Introducing Heroku Postgres 2.0 - ben_hall
https://postgres.heroku.com/blog/past/2013/11/11/heroku_postgres_20/

======
erikcw
The email sent to existing customers mentions price drops for certain plans
(text below). With the few plans I glanced at for 2.0, it doesn't look so much
like a price drop as it does a storage capacity and max connections drop.

Production plans used to allow 1TB of storage and 500 connections. Now the
smallest production plan has dropped to 64GB of storage and 60 connections.
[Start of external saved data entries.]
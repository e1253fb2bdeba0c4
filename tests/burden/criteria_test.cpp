#include "medload/burden/criteria.h"

#include <doctest/doctest.h>

#include <string>
#include <vector>

#include "medload/burden/tables.h"

namespace medload {
namespace {

BurdenTables TablesWithRules(const std::vector<std::string>& ids) {
  BurdenTables tables;
  for (const std::string& id : ids) {
    Rule rule;
    rule.id = id;
    rule.title = "title of " + id;
    tables.rules.push_back(rule);
  }
  return tables;
}

}  // namespace

TEST_SUITE("burden/criteria") {

TEST_CASE("every written form of a criterion parses to its output key") {
  struct Case {
    const char* text;
    const char* key;
  };
  const Case cases[] = {
      {"items=10", "items>=10"},
      {"items>=10", "items>=10"},
      {"acb=3", "acb>=3"},
      {"acb>=3", "acb>=3"},
      {"dbi=1.0", "dbi>=1"},
      {"dbi>=1.5", "dbi>=1.5"},
      {"rule:opioid-benzodiazepine", "rule:opioid-benzodiazepine"},
      {"rule=opioid-benzodiazepine", "rule:opioid-benzodiazepine"},
      {"opioid-benzodiazepine", "rule:opioid-benzodiazepine"},  // a bare rule id, as --rule takes it
      {"local_rule.2", "rule:local_rule.2"},
      {"dbi>=0.5", "dbi>=0.5"},
      {"dbi=100", "dbi>=100"},
      {"items=1000", "items>=1000"},
      {"falls-risk-pair", "rule:falls-risk-pair"},  // a rule id that starts with a measure's name
  };
  for (const Case& c : cases) {
    CAPTURE(c.text);
    const Result<Criterion> criterion = ParseCriterion(c.text);
    REQUIRE(criterion.ok());
    CHECK(criterion->Key() == c.key);
  }
}

TEST_CASE("a threshold that is not a number, not finite or beyond any patient is refused with what is accepted") {
  const std::string accepted = "; use items=N, acb=N, dbi=X, falls=N, tsdd=N, pdc<X, rule:ID or a rule id";
  const struct {
    std::string text;
    std::string fault;
  } cases[] = {
      {"dbi>=inf", "has a threshold above 100, which no patient can reach"},
      {"dbi=1e300", "has a threshold above 100, which no patient can reach"},
      {"dbi=100.5", "has a threshold above 100, which no patient can reach"},
      {"items=1e300", "has a threshold above 1000, which no patient can reach"},
      {"acb=1001", "has a threshold above 1000, which no patient can reach"},
      {"dbi=nan", "has a threshold that is not a number >= 0"},
      {"dbi=1e400", "has a threshold that is not a number >= 0"},
      {"items=-1", "has a threshold that is not a number >= 0"},
      {"items=2.5", "needs a whole number"},
      {"items", "has no threshold"},
      {"age>=80", "measures nothing known"},
      {"rule:", "names no rule id"},
  };
  for (const auto& c : cases) {
    CAPTURE(c.text);
    Result<Criterion> criterion = ParseCriterion(c.text);
    REQUIRE_FALSE(criterion.ok());
    CHECK(criterion.status().code() == StatusCode::kUsage);
    CHECK(criterion.status().message() == "criterion \"" + c.text + "\" " + c.fault + accepted);
  }
}

TEST_CASE("a falls or tsdd threshold beyond any patient is refused") {
  const struct {
    std::string text;
    std::string fault;
  } cases[] = {
      {"falls>=inf", "has a threshold above 1000, which no patient can reach"},
      {"falls=1001", "has a threshold above 1000, which no patient can reach"},
      {"tsdd=1e300", "has a threshold above 1000000, which no patient can reach"},
      {"tsdd=nan", "has a threshold that is not a number >= 0"},
      {"falls=2.5", "needs a whole number"},
  };
  for (const auto& c : cases) {
    CAPTURE(c.text);
    Result<Criterion> criterion = ParseCriterion(c.text);
    REQUIRE_FALSE(criterion.ok());
    CHECK(criterion.status().code() == StatusCode::kUsage);
    CHECK(criterion.status().message() == "criterion \"" + c.text + "\" " + c.fault);
  }
  CHECK(ParseCriterion("tsdd=1000000").ok());
  CHECK(ParseCriterion("falls=1000").ok());
}

TEST_CASE("a criterion that measures nothing known or has a bad threshold is refused with its text") {
  struct Case {
    const char* text;
    const char* message;
  };
  const Case cases[] = {
      {"items", "criterion \"items\" has no threshold; use items=N, acb=N, dbi=X, falls=N, tsdd=N, pdc<X, rule:ID or a rule id"},
      {"acb", "criterion \"acb\" has no threshold; use items=N, acb=N, dbi=X, falls=N, tsdd=N, pdc<X, rule:ID or a rule id"},
      {"items=ten", "criterion \"items=ten\" has a threshold that is not a number >= 0; use items=N, acb=N, "
                    "dbi=X, falls=N, tsdd=N, pdc<X, rule:ID or a rule id"},
      {"items=2.5", "criterion \"items=2.5\" needs a whole number; use items=N, acb=N, dbi=X, falls=N, tsdd=N, pdc<X, rule:ID or a rule id"},
      {"age>=3", "criterion \"age>=3\" measures nothing known; use items=N, acb=N, dbi=X, falls=N, tsdd=N, pdc<X, rule:ID or a rule id"},
      {"items>3", "criterion \"items>3\" has an unknown comparison; use items=N, acb=N, dbi=X, falls=N, tsdd=N, pdc<X, rule:ID or a rule id"},
      {"rule:", "criterion \"rule:\" names no rule id; use items=N, acb=N, dbi=X, falls=N, tsdd=N, pdc<X, rule:ID or a rule id"},
      {"rule:two words", "criterion \"rule:two words\" names no rule id; use items=N, acb=N, dbi=X, falls=N, tsdd=N, "
                         "pdc<X, rule:ID or a rule id"},
      {"two words", "criterion \"two words\" has no threshold; use items=N, acb=N, dbi=X, falls=N, tsdd=N, pdc<X, rule:ID or a rule id"},
  };
  for (const Case& c : cases) {
    CAPTURE(c.text);
    const Result<Criterion> criterion = ParseCriterion(c.text);
    REQUIRE_FALSE(criterion.ok());
    CHECK(criterion.status().message() == c.message);
  }
}

TEST_CASE("a rule flag takes the id alone or with the rule: prefix that outputs print") {
  for (const char* text : {"nsaid-anticoagulant", "rule:nsaid-anticoagulant", "rule=nsaid-anticoagulant"}) {
    CAPTURE(text);
    const Result<Criterion> criterion = ParseRuleCriterion(text);
    REQUIRE(criterion.ok());
    CHECK(criterion->kind == CriterionKind::kRule);
    CHECK(criterion->rule_id == "nsaid-anticoagulant");
  }
  for (const char* text : {"", "rule:", "two words", "rule:a,b"}) {
    CAPTURE(text);
    const Result<Criterion> criterion = ParseRuleCriterion(text);
    REQUIRE_FALSE(criterion.ok());
    CHECK(criterion.status().message() == "rule \"" + std::string(text) +
                                              "\" is not a rule id (letters, digits, '-', '_', '.'); use ID or rule:ID");
  }
}

TEST_CASE("an unknown rule is refused with a close id when one shares its words") {
  const BurdenTables tables = TablesWithRules({"aki-triple", "nsaid-anticoagulant", "duplicate-nsaid"});
  CHECK(CheckRulesExist({RuleCriterion("nsaid-anticoagulant"), *ParseCriterion("items=3")}, tables).ok());
  struct Case {
    const char* id;
    const char* message;
  };
  const Case cases[] = {
      {"nsaid-with-anticoagulant",
       "rule \"nsaid-with-anticoagulant\" is not in the formulary's rules.json; did you mean "
       "\"nsaid-anticoagulant\"? ('medload formulary rules' lists them)"},
      {"Duplicate-NSAID",
       "rule \"Duplicate-NSAID\" is not in the formulary's rules.json; did you mean \"duplicate-nsaid\"? "
       "('medload formulary rules' lists them)"},
      {"triple", "rule \"triple\" is not in the formulary's rules.json; did you mean \"aki-triple\"? "
                 "('medload formulary rules' lists them)"},
      {"opioid-benzodiazepine",
       "rule \"opioid-benzodiazepine\" is not in the formulary's rules.json ('medload formulary rules' lists them)"},
  };
  for (const Case& c : cases) {
    CAPTURE(c.id);
    const Status status = CheckRulesExist({RuleCriterion(c.id)}, tables);
    REQUIRE_FALSE(status.ok());
    CHECK(status.code() == StatusCode::kInput);
    CHECK(status.message() == c.message);
  }
}

}  // TEST_SUITE

}  // namespace medload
I know Heroku is trying to run a business, and that computing resources do
cost money -- but that copy seems a bit misleading to me.

Customer email blast:

""" As someone who is already using a Heroku Postgres production database
we’re excited to ensure you’re the first to know about our new release, Heroku
Postgres 2.0. This new release continues to build on many of the great
features you may already take advantage of as well as a price drop across
certain plans. This new release highlights:

Built-in alerts around what you should do for your database, bringing a new
level of operational expertise built right into the product. The ability to
rollback your database to a specific point in time, similar to how you can
rollback bad deploys on Heroku New tiers, with our premium and enterprise
tiers including high availability with automatic failover You can read more
details about the features included within this release on our blog post.

You will be able to continue using your existing plans. While they will not
appear in the addons:list you will be able to visit the legacy pricing page
and they will continue working. We will notify you before any changes do occur
to existing plans.

Cheers, The Heroku Postgres team """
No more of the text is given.